I'm going to start with a disclaimer. I'm really not obsessed with getting stuff, or being recognized, in general, and certainly not for mother's day. Matt's in trouble if he doesn't get me a card for mother's day and my birthday, but really, that's the extent of it. Okay. On with the show.
As I've said before, this week is a little hairy. Boss gone, a few things (I almost typed 'several' -- oops) taking me away from work for a couple of hours at a time, just a lot to juggle. A lot more than I usually do, anyway. I'm quite sure that most of you out there juggle more than I do at your jobs normally. But it's the difference in what we usually handle that's shocking to us, right?

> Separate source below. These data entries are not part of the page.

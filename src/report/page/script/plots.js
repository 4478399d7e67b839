// The run on one clock: depth with the forecast as issued, direction of new growth over the load axis, load, voltage and
// current, one below the other under one cursor. What came after the cursor is drawn pale.
(() => {
  const { record, byId, clamp } = bench;
  const place = byId("plots");
  if (!place || !record.time_s.length) return;
  const { make, path, ticks, around } = scales;
  const LEFT = 44, RIGHT = 10, HEAD = 34, FOOT = 42;
  const [unit, unitSeconds] = record.unit;
  const last = record.time_s[bench.end];
  const contact = record.forecasts.at(-1)?.[5];
  const until = Math.max(last * 1.02, contact ? Math.min(contact * 1.04, last * 2) : 0, 1);
  const depths = record.depth_um.filter((depth) => depth !== null);
  const fraction = record.fraction[bench.end];
  const goal = depths.length && fraction > 0.05 ? depths.at(-1) / fraction : record.gap_um;

  const depthPanel = { name: "depth", unit: "µm", ink: "metal", height: 150, range: () => [0, Math.max(goal || 0, ...depths, 1) * 1.08], draw: depth, value: depthNow };
  const growthPanel = { name: "direction of new growth", unit: "°", ink: "metal", height: 120, range: () => [0, 180], marks: [0, 45, 90, 135, 180], draw: growth, value: growthNow };
  const panels = [
    depths.length ? depthPanel : null,
    record.growth.length || record.axis_deg.some((axis) => axis !== null) ? growthPanel : null,
    ...[record.load, ...record.cell].filter(Boolean).map((log) => ({
      name: log.name, unit: log.unit, ink: log.ink, height: 66, range: () => around(log.value, log.ink !== "voltage") || [0, 1],
      draw: (panel, layer) => logged(panel, layer, log), value: () => logNow(log),
    })),
  ].filter(Boolean);
  if (!panels.length) return;

  let svg = null, across = null, back = null, parts = {};

  function build() {
    const width = Math.max(260, Math.floor(place.clientWidth));
    const inner = width - LEFT - RIGHT;
    across = (seconds) => LEFT + inner * seconds / until;
    back = (px) => (px - LEFT) / inner * until;
    let top = 0;
    const layer = make("g", {}), base = make("g", {}), front = make("g", {});
    parts = { values: [] };
    for (const panel of panels) {
      top += HEAD;
      [panel.low, panel.high] = panel.range();
      panel.top = top;
      panel.up = (value) => panel.top + panel.height * (1 - (value - panel.low) / (panel.high - panel.low));
      frame(panel, base, front, width);
      panel.draw(panel, layer, base);
      top += panel.height;
    }
    const total = top + FOOT, bottom = top;
    base.append(make("path", { d: `M${LEFT} ${bottom}H${width - RIGHT}`, class: "s-quiet" }));
    for (const [value, words] of ticks(0, until / unitSeconds, clamp(Math.floor(inner / 62), 2, 9))) {
      const x = across(value * unitSeconds);
      base.append(make("path", { d: `M${x} ${bottom}v5`, class: "s-quiet" }), make("text", { x, y: bottom + 18, class: "f-quiet", "text-anchor": "middle" }, words));
    }
    base.append(make("text", { x: width - RIGHT, y: bottom + 35, class: "f-quiet strong", "text-anchor": "end" }, `time (${unit})`));
    if (record.short_s !== null) base.append(make("path", { d: `M${across(record.short_s)} ${HEAD}V${bottom}`, class: "s-text dashed" }));
    const past = make("rect", { x: 0, y: 0, width: 0, height: total });
    const field = make("rect", { x: LEFT, y: 0, width: inner, height: total });
    const defs = make("defs", {}, make("clipPath", { id: "plot-past" }, past), make("clipPath", { id: "plot-field" }, field));
    parts.past = past;
    parts.fan = make("g", { "clip-path": "url(#plot-field)" });
    parts.cursor = make("g", { class: "cursor" }, make("path", { d: `M0 6V${bottom}` }), make("path", { class: "grip", d: "M-6 0H6L0 9Z" }));
    const sooner = layer.cloneNode(true);
    layer.setAttribute("class", "later");
    sooner.setAttribute("clip-path", "url(#plot-past)");
    svg = make("svg", { viewBox: `0 0 ${width} ${total}`, width, height: total, role: "img", "aria-label": "Plots of the run under one time cursor: " + panels.map((panel) => `${panel.name} (${panel.unit})`).join(", ") },
      defs, base, layer, sooner, parts.fan, parts.cursor, front);
    place.replaceChildren(svg);
    move();
    mark();
  }

  function frame(panel, base, front, width) {
    front.append(make("text", { x: 0, y: panel.top - 11, class: `f-${panel.ink} strong` }, `${panel.name} (${panel.unit})`));
    const marks = panel.marks ? panel.marks.map((value) => [value, String(value)]) : ticks(panel.low, panel.high, panel.height > 90 ? 5 : 3);
    for (const [value, words] of marks) {
      const y = panel.up(value);
      base.append(make("path", { d: `M${LEFT} ${y}H${width - RIGHT}`, class: "s-grid" }), make("text", { x: LEFT - 6, y: y + 4, class: "f-quiet", "text-anchor": "end" }, words));
    }
    const now = make("text", { x: width - RIGHT, y: panel.top - 11, class: "f-text now", "text-anchor": "end" });
    parts.values.push([panel, now]);
    front.append(now);
  }

  function depth(panel, layer, base) {
    if (record.gap_um !== null && goal) {
      const y = panel.up(goal);
      base.append(make("path", { d: `M${LEFT} ${y}H${across(until)}`, class: "s-text far" }), make("text", { x: LEFT + 5, y: y + 14, class: "f-quiet" }, "far edge"));
    }
    const samples = record.time_s.map((time, i) => [across(time), record.depth_um[i] === null ? null : panel.up(record.depth_um[i])]);
    layer.append(make("path", { d: path(samples), class: "s-metal line broad" }));
  }

  function growth(panel, layer, base) {
    const axis = record.time_s.map((time, i) => [across(time), record.axis_deg[i] === null ? null : panel.up(record.axis_deg[i])]);
    const held = [...axis, [across(last), axis.at(-1)[1]]].map(([x, y], i, all) => (i ? [x, all[i - 1][1]] : [x, y]));
    const level = held.slice(1).map(([x, y], i) => (y === null ? "" : `M${scales.short(held[i][0])} ${scales.short(y)}H${scales.short(x)}`)).join("");
    base.append(make("path", { d: level, class: "s-load axis-line" }));
    for (const [time, filament, angle, length] of record.growth) {
      const r = clamp(Math.sqrt(length) * 0.8, 1.6, 6);
      layer.append(make("circle", { cx: scales.short(across(time)), cy: scales.short(panel.up(angle)), r: scales.short(r), class: "f-metal dot", "data-filament": filament }));
    }
  }

  function logged(panel, layer, log) {
    const samples = log.time_s.map((time, i) => [across(Math.min(time, last)), log.value[i] === null ? null : panel.up(log.value[i])]);
    const held = log.ink === "load" && samples.length ? [...samples, [across(last), samples.at(-1)[1]]] : samples;
    layer.append(make("path", { d: path(held, log.ink === "load"), class: `s-${log.ink} line` }));
  }

  // What each panel reads at the cursor.
  const issued = record.forecasts.map((row) => row[0]);
  const forecast = () => record.forecasts[bench.upTo(issued, bench.time)];
  function depthNow() {
    const depth = record.depth_um[bench.step], row = forecast();
    const words = depth === null ? "none yet" : bench.fixed(depth, 1) + " µm";
    return row && row[3] ? `${words}, contact ${bench.duration(row[3])} (${bench.duration(row[1])} to ${bench.duration(row[5])})` : words;
  }
  function growthNow() {
    const axis = record.axis_deg[bench.step];
    return axis === null ? "no load axis" : `load axis ${bench.fixed(axis, 0)}°`;
  }
  function logNow(log) {
    const value = log.value[bench.upTo(log.time_s, bench.time)];
    return value === null || value === undefined ? "none" : `${Number(value.toPrecision(4)).toString().replace("-", "−")} ${log.unit}`;
  }

  /** Lays the cursor: what had come by then in full, the forecast as it was issued then. */
  function move() {
    if (!svg) return;
    const x = across(bench.time);
    parts.cursor.setAttribute("transform", `translate(${scales.short(x)} 0)`);
    parts.past.setAttribute("width", String(x + 1));
    for (const [panel, now] of parts.values) now.textContent = panel.value();
    fan();
    place.setAttribute("aria-valuenow", String(bench.step));
    place.setAttribute("aria-valuetext", bench.duration(bench.time) + ": " + panels.map((panel) => panel.name + " " + panel.value()).join(", "));
  }

  function fan() {
    const row = forecast();
    parts.fan.replaceChildren();
    const panel = panels.find((panel) => panel.name === "depth");
    const from = row && panel && record.depth_um[bench.upTo(record.time_s, row[0])];
    if (from === null || from === undefined || !goal || (record.short_s !== null && bench.time >= record.short_s)) return;
    const [x0, y0, y1] = [across(row[0]), panel.up(from), panel.up(goal)];
    for (const [low, high, opacity] of [[row[1], row[5], 0.18], [row[2], row[4], 0.3]]) {
      if (low === null || high === null) continue;
      parts.fan.append(make("polygon", { points: `${x0},${y0} ${across(low)},${y1} ${across(high)},${y1}`, class: "f-forecast", opacity }));
    }
    if (row[3] === null) return;
    parts.fan.append(make("path", { d: `M${x0} ${y0}L${across(row[3])} ${y1}`, class: "s-forecast dashed line" }), make("circle", { cx: across(row[3]), cy: y1, r: 4, class: "f-forecast" }));
  }

  function mark() {
    if (!svg) return;
    svg.classList.toggle("picking", bench.picked !== null);
    for (const dot of svg.querySelectorAll(".dot")) dot.classList.toggle("picked", Number(dot.dataset.filament) === bench.picked);
  }

  place.addEventListener("pointerdown", (event) => {
    const dot = event.target.closest?.(".dot");
    bench.stop();
    follow(event);
    if (dot) bench.pick(Number(dot.dataset.filament));
    place.setPointerCapture(event.pointerId);
  });
  place.addEventListener("pointermove", (event) => { if (event.buttons & 1) follow(event); });
  function follow(event) {
    const box = svg.getBoundingClientRect();
    bench.goTime(back((event.clientX - box.left) * svg.viewBox.baseVal.width / box.width));
  }
  place.addEventListener("keydown", (event) => {
    const to = bench.stepFor(event.key);
    if (event.key === " ") bench.toggle(); else if (to !== null) { bench.stop(); bench.go(to); } else return;
    event.preventDefault();
  });

  Object.entries({ role: "slider", tabindex: "0", "aria-label": "Time cursor of the plots", "aria-valuemin": "0", "aria-valuemax": String(bench.end) })
    .forEach(([name, value]) => place.setAttribute(name, value));
  let seen = 0;
  new ResizeObserver(() => {
    if (Math.abs(place.clientWidth - seen) < 1) return;
    seen = place.clientWidth;
    build();
  }).observe(place);
  bench.on("step", move);
  bench.on("pick", mark);
})();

One of the things I sort of forgot about -- mostly because it didn't much matter if I remembered or not -- was that Lizzy's day care planned a 'Mother's Day breakfast' for us this morning. At 9 a.m. Ideally, I drop her off by more like 8:30, but today we were rather late anyway, so it was nearly 9 when we got there. Oh yeah -- a mother's day breakfast. Um, er, I'm not hungry, but okay. So all the mothers wait around (probably about 15 of us) in a space that was about 5 feet wide by about 20 feet long, for about 20 minutes, waiting for the lead teacher to show up. Finally, she does, and she organizes the kids into some semblance of rows. They recite a poem, in which each letter of MOTHER stands for something that we mothers are. Don't ask me to repeat what they were. I do recall that some of the words were things that 3- and 4-year-olds have no idea of the meanings of, which totally cracked me up. For instance: E was Earnest. heh. I was more engrossed in the fact that Lizzy was standing at the very back, not terribly interested in chanting the poem, or singing the song, which she knows backwards and forwards because we have it on a "Bob and Larry" (Veggie Tales) CD that's on the regular rotation of Tunes To Drive Your Parents Nuts With On Your Family Commute. ("You Are My Sunshine")
Afterward, each kid gave his/her mom a flower. The stem of the carnation was breaking, so I broke it off (some stem was still left attached) and put it in Lizzy's cubby area in the hallway. She then threw herself on the floor and wailed for me to give her "her" flower back, with stem. When I convinced her to eat some of the breakfast the day care ladies had thoughtfully made available, she wanted to sit with her friend Sean, who was wedged in between his mom and two or three other kids with moms, against the table that was supporting other little top-heavy treats for the moms. I alternately tried to balance in the roughly 4-inch-by-4-inch space available, then finally gave up and stood a few feet away. Watching the kids stomp through, spilling red juice on the floor, watching the candy swans on the table tip over and shower the little heads with Hershey's Kisses periodically, watching a little girl attempt to share a waffle with Lizzy when Lizzy wanted a waffle but they were all gone (Lizzy refused it, and put it back on the girl's plate repeatedly -- there's no fun like watching another mom try to explain to her same-aged tot why my child is refusing her kind gesture!). Watching the clock, knowing that I have roughly 5 1/2 more things to do at work today than I have time for, yet here I am, at a mother's day breakfast, not eating, not sitting with my kid and generally experiencing what it's sometimes like to be a mother.
But it was very sweet of the day care ladies. They are gems. I love Lizzy's day care.
Happy Mother's Day, to all of us. Because if we're not moms, we've got moms, or we act momlike sometimes... Oh, never mind. Happy day, anyway.